> **What is being asked**: The data below should be duplicated in full, unchanged.

> **Records supplied**:
§

import type { Metadata } from 'next';
import Link from 'next/link';
import { notFound } from 'next/navigation';
import { getDb } from '@/db';
import { findJurisdictionBySlug } from '@/db/jurisdictions';
import { getVersionByNumber } from '@/db/rule-sets';
import { DiffView } from '@/components/admin/diff-view';
import { PageHeader } from '@/components/ui/page-header';
import { diffRuleSets } from '@/lib/admin/diff';
import { pageRoles } from '@/lib/auth/roles';
import { requirePageUser } from '@/lib/auth/session';

export const metadata: Metadata = { title: 'Compare rule set versions' };

export default async function DiffPage({ params, searchParams }: { params: Promise<{ slug: string }>; searchParams: Promise<{ from?: string; to?: string }> }) {
  const { slug } = await params;
  const query = await searchParams;
  await requirePageUser(pageRoles['/rules'], `/rules/${slug}/diff`);
  const db = getDb();
  const jurisdiction = await findJurisdictionBySlug(db, slug);
  if (!jurisdiction) notFound();
  const [from, to] = await Promise.all([
    getVersionByNumber(db, jurisdiction.id, Number(query.from)),
    getVersionByNumber(db, jurisdiction.id, Number(query.to)),
  ]);
  if (!from || !to) notFound();
  const label = (s: typeof from) => `v${s.version} (${s.status})`;
  return (
    <>
      <PageHeader kicker={jurisdiction.name} title={`Version ${from.version} → version ${to.version}`}>
        <Link href={`/rules/${slug}`} className="btn-secondary">All versions</Link>
      </PageHeader>
      <DiffView diff={diffRuleSets(from, to)} fromLabel={label(from)} toLabel={label(to)} />
    </>
  );
}
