import type { Metadata } from 'next';
import Link from 'next/link';
import { notFound } from 'next/navigation';
import { getDb } from '@/db';
import { findJurisdictionById } from '@/db/jurisdictions';
import { parsePositiveInt } from '@/lib/domain/integers';
import { findPlanRevision } from '@/db/plan-revisions';
import { PlanEditor } from '@/components/plan-editor/plan-editor';
import { ProjectHeader } from '@/components/projects/project-header';
import { SafetyNotice } from '@/components/ui/safety-notice';
import { defaultParameters } from '@/lib/domain/params';
import { findOversizeLists, truncateToLimits, type PlanInput } from '@/lib/domain/plan';
import { loadProjectPage } from '@/lib/services/projects/project-page';
import { findRuleSetById } from '@/db/rule-sets';
import { findCheck, listChecks } from '@/db/checks';
import { failingBySection } from '@/lib/domain/checks/sections';
import type { SectionStatus } from '@/components/plan-editor/section-status';

export const metadata: Metadata = { title: 'Plan' };

export default async function PlanPage({ params, searchParams }: { params: Promise<{ id: string }>; searchParams: Promise<{ revision?: string }> }) {
  const { id } = await params;
  const { revision: revParam } = await searchParams;
  const { user, project, published } = await loadProjectPage(id, `/projects/${id}/plan`);
  const db = getDb();
  const wanted = revParam ? parsePositiveInt(revParam) : 'latest';
  if (wanted === null) notFound();
  const [revision, latest] = await Promise.all([findPlanRevision(db, user, id, wanted), findPlanRevision(db, user, id, 'latest')]);
  if (wanted !== 'latest' && !revision) notFound();
  const rules = published ? await findRuleSetById(db, published.id) : null;
  const jurisdiction = await findJurisdictionById(db, project.jurisdiction.id);
  if (!jurisdiction) notFound();
  // The live route totals use the published parameters; before a first publication, the model-code defaults.
  const parameters = rules?.parameters ?? defaultParameters(jurisdiction.editions);
  const viewingOld = revision && latest && revision.number !== latest.number;
  // A revision saved before the list limits opens cut to them, so the editor stays usable; the stored row is untouched.
  const oversize = revision ? findOversizeLists(revision.plan) : [];
  const initialPlan = revision ? (truncateToLimits(revision.plan) as PlanInput) : null;
  const sectionStatus = await latestCheckStatus(db, user, id);

  return (
    <>
      <ProjectHeader project={project} current="/plan" />
      {viewingOld && (
        <p role="status" className="mb-4 rounded-md border border-brass bg-brass-soft/50 px-4 py-3 text-sm">
          You are looking at revision {revision!.number}. Saving makes it revision {latest!.number + 1}; revision {latest!.number} stays as it is.{' '}
          <Link href={`/projects/${id}/plan`} className="underline">Open the latest instead</Link>
        </p>
      )}
      {oversize.length > 0 && (
        <div role="alert" className="mb-4 rounded-md border border-status-fail/50 bg-white px-4 py-3 text-sm" data-testid="plan-oversize">
          <p className="font-semibold">Revision {revision!.number} holds more than a plan may have today, so the editor shows only the first entries of these lists:</p>
          <ul className="mt-1 list-disc pl-5">
            {oversize.map((o) => <li key={o.path}>{o.message}</li>)}
          </ul>
          <p className="mt-1">Saving makes a new revision with what the editor shows; revision {revision!.number} stays as it was saved.</p>
        </div>
      )}
      {user.role !== 'installer' && <p className="mb-4 text-sm text-ink-soft">Admins can read plans; only the company’s installers save them.</p>}
      <div className="mb-5"><SafetyNotice compact /></div>
      <PlanEditor
        key={revParam ? `revision-${revParam}` : 'latest'}
        projectId={project.id}
        initialPlan={initialPlan}
        saveBeforeCheck={oversize.length > 0}
        baseRevision={latest?.number ?? null}
        params={parameters}
        sectionStatus={sectionStatus}
        live={{ jurisdiction: project.jurisdiction.slug, version: published?.version ?? null }}
      />
    </>
  );
}

/** Failing findings per editor section from the project's latest stored check (the live check replaces them). */
async function latestCheckStatus(db: ReturnType<typeof getDb>, user: Parameters<typeof listChecks>[1], projectId: string): Promise<SectionStatus> {
  const [latest] = await listChecks(db, user, projectId);
  const check = latest ? await findCheck(db, user, latest.id) : null;
  if (!check) return { source: 'none', failBySection: {} };
  const ruleSet = await findRuleSetById(db, check.ruleSet.id);
  return {
    source: 'stored',
    failBySection: failingBySection(check.findings, ruleSet?.rules ?? []),
    caption: `from the check of revision ${check.planRevision.number}`,
  };
}
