import { z } from 'zod';
import { getDb } from '@/db';
import { createPlanRevision, listPlanRevisions } from '@/db/plan-revisions';
import { requireUser } from '@/lib/platform/auth/session';
import { ValidationError } from '@/lib/domain/errors';
import { json, parseBody, route } from '@/lib/platform/http';
import { parsePlan } from '@/lib/domain/plan';

type Ctx = { params: Promise<{ id: string }> };

const saveSchema = z.strictObject({ plan: z.unknown() });

export const GET = route<Ctx>(async (request, { params }) => {
  const user = await requireUser(request, ['installer', 'admin']);
  return json({ revisions: await listPlanRevisions(getDb(), user, (await params).id) });
});

export const POST = route<Ctx>(async (request, { params }) => {
  const user = await requireUser(request, ['installer']);
  const { plan } = await parseBody(request, saveSchema);
  const parsed = parsePlan(plan);
  if (!parsed.ok) throw new ValidationError(parsed.errors.map((e) => ({ path: `plan.${e.path}`, message: e.message })));
  const { revision, changes } = await createPlanRevision(getDb(), user, (await params).id, plan, parsed.plan);
  return json({ revision, changes }, 201);
});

§

> **The answer**:
import type { Metadata } from 'next';
import Link from 'next/link';
import { notFound } from 'next/navigation';
import { getDb } from '@/db';
import { findJurisdictionBySlug } from '@/db/jurisdictions';
import { getVersionByNumber } from '@/db/rule-sets';
import { DiffView } from '@/components/admin/diff-view';
import { PageHeader } from '@/components/ui/page-header';
import { diffRuleSets } from '@/lib/admin/diff';
import { pageRoles } from '@/lib/auth/roles';
import { requirePageUser } from '@/lib/auth/session';

export const metadata: Metadata = { title: 'Compare rule set versions' };

export default async function DiffPage({ params, searchParams }: { params: Promise<{ slug: string }>; searchParams: Promise<{ from?: string; to?: string }> }) {
  const { slug } = await params;
  const query = await searchParams;
  await requirePageUser(pageRoles['/rules'], `/rules/${slug}/diff`);
  const db = getDb();
  const jurisdiction = await findJurisdictionBySlug(db, slug);
  if (!jurisdiction) notFound();
  const [from, to] = await Promise.all([
    getVersionByNumber(db, jurisdiction.id, Number(query.from)),
    getVersionByNumber(db, jurisdiction.id, Number(query.to)),
  ]);
  if (!from || !to) notFound();
  const label = (s: typeof from) => `v${s.version} (${s.status})`;
  return (
    <>
      <PageHeader kicker={jurisdiction.name} title={`Version ${from.version} → version ${to.version}`}>
        <Link href={`/rules/${slug}`} className="btn-secondary">All versions</Link>
      </PageHeader>
      <DiffView diff={diffRuleSets(from, to)} fromLabel={label(from)} toLabel={label(to)} />
    </>
  );
}
import type { Metadata } from 'next';
import Link from 'next/link';
import { notFound } from 'next/navigation';
import { getDb } from '@/db';
import { findJurisdictionById } from '@/db/jurisdictions';
import { parsePositiveInt } from '@/lib/domain/integers';
import { findPlanRevision } from '@/db/plan-revisions';
import { PlanEditor } from '@/components/plan-editor/plan-editor';
import { ProjectHeader } from '@/components/projects/project-header';
import { SafetyNotice } from '@/components/ui/safety-notice';
import { defaultParameters } from '@/lib/domain/params';
import { findOversizeLists, truncateToLimits, type PlanInput } from '@/lib/domain/plan';
import { loadProjectPage } from '@/lib/services/projects/project-page';
import { findRuleSetById } from '@/db/rule-sets';
import { findCheck, listChecks } from '@/db/checks';
import { failingBySection } from '@/lib/domain/checks/sections';
import type { SectionStatus } from '@/components/plan-editor/section-status';

export const metadata: Metadata = { title: 'Plan' };

export default async function PlanPage({ params, searchParams }: { params: Promise<{ id: string }>; searchParams: Promise<{ revision?: string }> }) {
  const { id } = await params;
  const { revision: revParam } = await searchParams;
  const { user, project, published } = await loadProjectPage(id, `/projects/${id}/plan`);
  const db = getDb();
  const wanted = revParam ? parsePositiveInt(revParam) : 'latest';
  if (wanted === null) notFound();
  const [revision, latest] = await Promise.all([findPlanRevision(db, user, id, wanted), findPlanRevision(db, user, id, 'latest')]);
  if (wanted !== 'latest' && !revision) notFound();
  const rules = published ? await findRuleSetById(db, published.id) : null;
  const jurisdiction = await findJurisdictionById(db, project.jurisdiction.id);
  if (!jurisdiction) notFound();
  // The live route totals use the published parameters; before a first publication, the model-code defaults.
  const parameters = rules?.parameters ?? defaultParameters(jurisdiction.editions);
  const viewingOld = revision && latest && revision.number !== latest.number;
  // A revision saved before the list limits opens cut to them, so the editor stays usable; the stored row is untouched.
  const oversize = revision ? findOversizeLists(revision.plan) : [];
  const initialPlan = revision ? (truncateToLimits(revision.plan) as PlanInput) : null;
  const sectionStatus = await latestCheckStatus(db, user, id);

  return (
    <>
      <ProjectHeader project={project} current="/plan" />
      {viewingOld && (
        <p role="status" className="mb-4 rounded-md border border-brass bg-brass-soft/50 px-4 py-3 text-sm">
          You are looking at revision {revision!.number}. Saving makes it revision {latest!.number + 1}; revision {latest!.number} stays as it is.{' '}
          <Link href={`/projects/${id}/plan`} className="underline">Open the latest instead</Link>
        </p>
      )}
      {oversize.length > 0 && (
        <div role="alert" className="mb-4 rounded-md border border-status-fail/50 bg-white px-4 py-3 text-sm" data-testid="plan-oversize">
          <p className="font-semibold">Revision {revision!.number} holds more than a plan may have today, so the editor shows only the first entries of these lists:</p>
          <ul className="mt-1 list-disc pl-5">
            {oversize.map((o) => <li key={o.path}>{o.message}</li>)}
          </ul>
          <p className="mt-1">Saving makes a new revision with what the editor shows; revision {revision!.number} stays as it was saved.</p>
        </div>
      )}
      {user.role !== 'installer' && <p className="mb-4 text-sm text-ink-soft">Admins can read plans; only the company’s installers save them.</p>}
      <div className="mb-5"><SafetyNotice compact /></div>
      <PlanEditor
        key={revParam ? `revision-${revParam}` : 'latest'}
        projectId={project.id}
        initialPlan={initialPlan}
        saveBeforeCheck={oversize.length > 0}
        baseRevision={latest?.number ?? null}
        params={parameters}
        sectionStatus={sectionStatus}
        live={{ jurisdiction: project.jurisdiction.slug, version: published?.version ?? null }}
      />
    </>
  );
}

/** Failing findings per editor section from the project's latest stored check (the live check replaces them). */
async function latestCheckStatus(db: ReturnType<typeof getDb>, user: Parameters<typeof listChecks>[1], projectId: string): Promise<SectionStatus> {
  const [latest] = await listChecks(db, user, projectId);
  const check = latest ? await findCheck(db, user, latest.id) : null;
  if (!check) return { source: 'none', failBySection: {} };
  const ruleSet = await findRuleSetById(db, check.ruleSet.id);
  return {
    source: 'stored',
    failBySection: failingBySection(check.findings, ruleSet?.rules ?? []),
    caption: `from the check of revision ${check.planRevision.number}`,
  };
}
import { z } from 'zod';
import { getDb } from '@/db';
import { createPlanRevision, listPlanRevisions } from '@/db/plan-revisions';
import { requireUser } from '@/lib/platform/auth/session';
import { ValidationError } from '@/lib/domain/errors';
import { json, parseBody, route } from '@/lib/platform/http';
import { parsePlan } from '@/lib/domain/plan';

type Ctx = { params: Promise<{ id: string }> };

const saveSchema = z.strictObject({ plan: z.unknown() });

export const GET = route<Ctx>(async (request, { params }) => {
  const user = await requireUser(request, ['installer', 'admin']);
  return json({ revisions: await listPlanRevisions(getDb(), user, (await params).id) });
});

export const POST = route<Ctx>(async (request, { params }) => {
  const user = await requireUser(request, ['installer']);
  const { plan } = await parseBody(request, saveSchema);
  const parsed = parsePlan(plan);
  if (!parsed.ok) throw new ValidationError(parsed.errors.map((e) => ({ path: `plan.${e.path}`, message: e.message })));
  const { revision, changes } = await createPlanRevision(getDb(), user, (await params).id, plan, parsed.plan);
  return json({ revision, changes }, 201);
});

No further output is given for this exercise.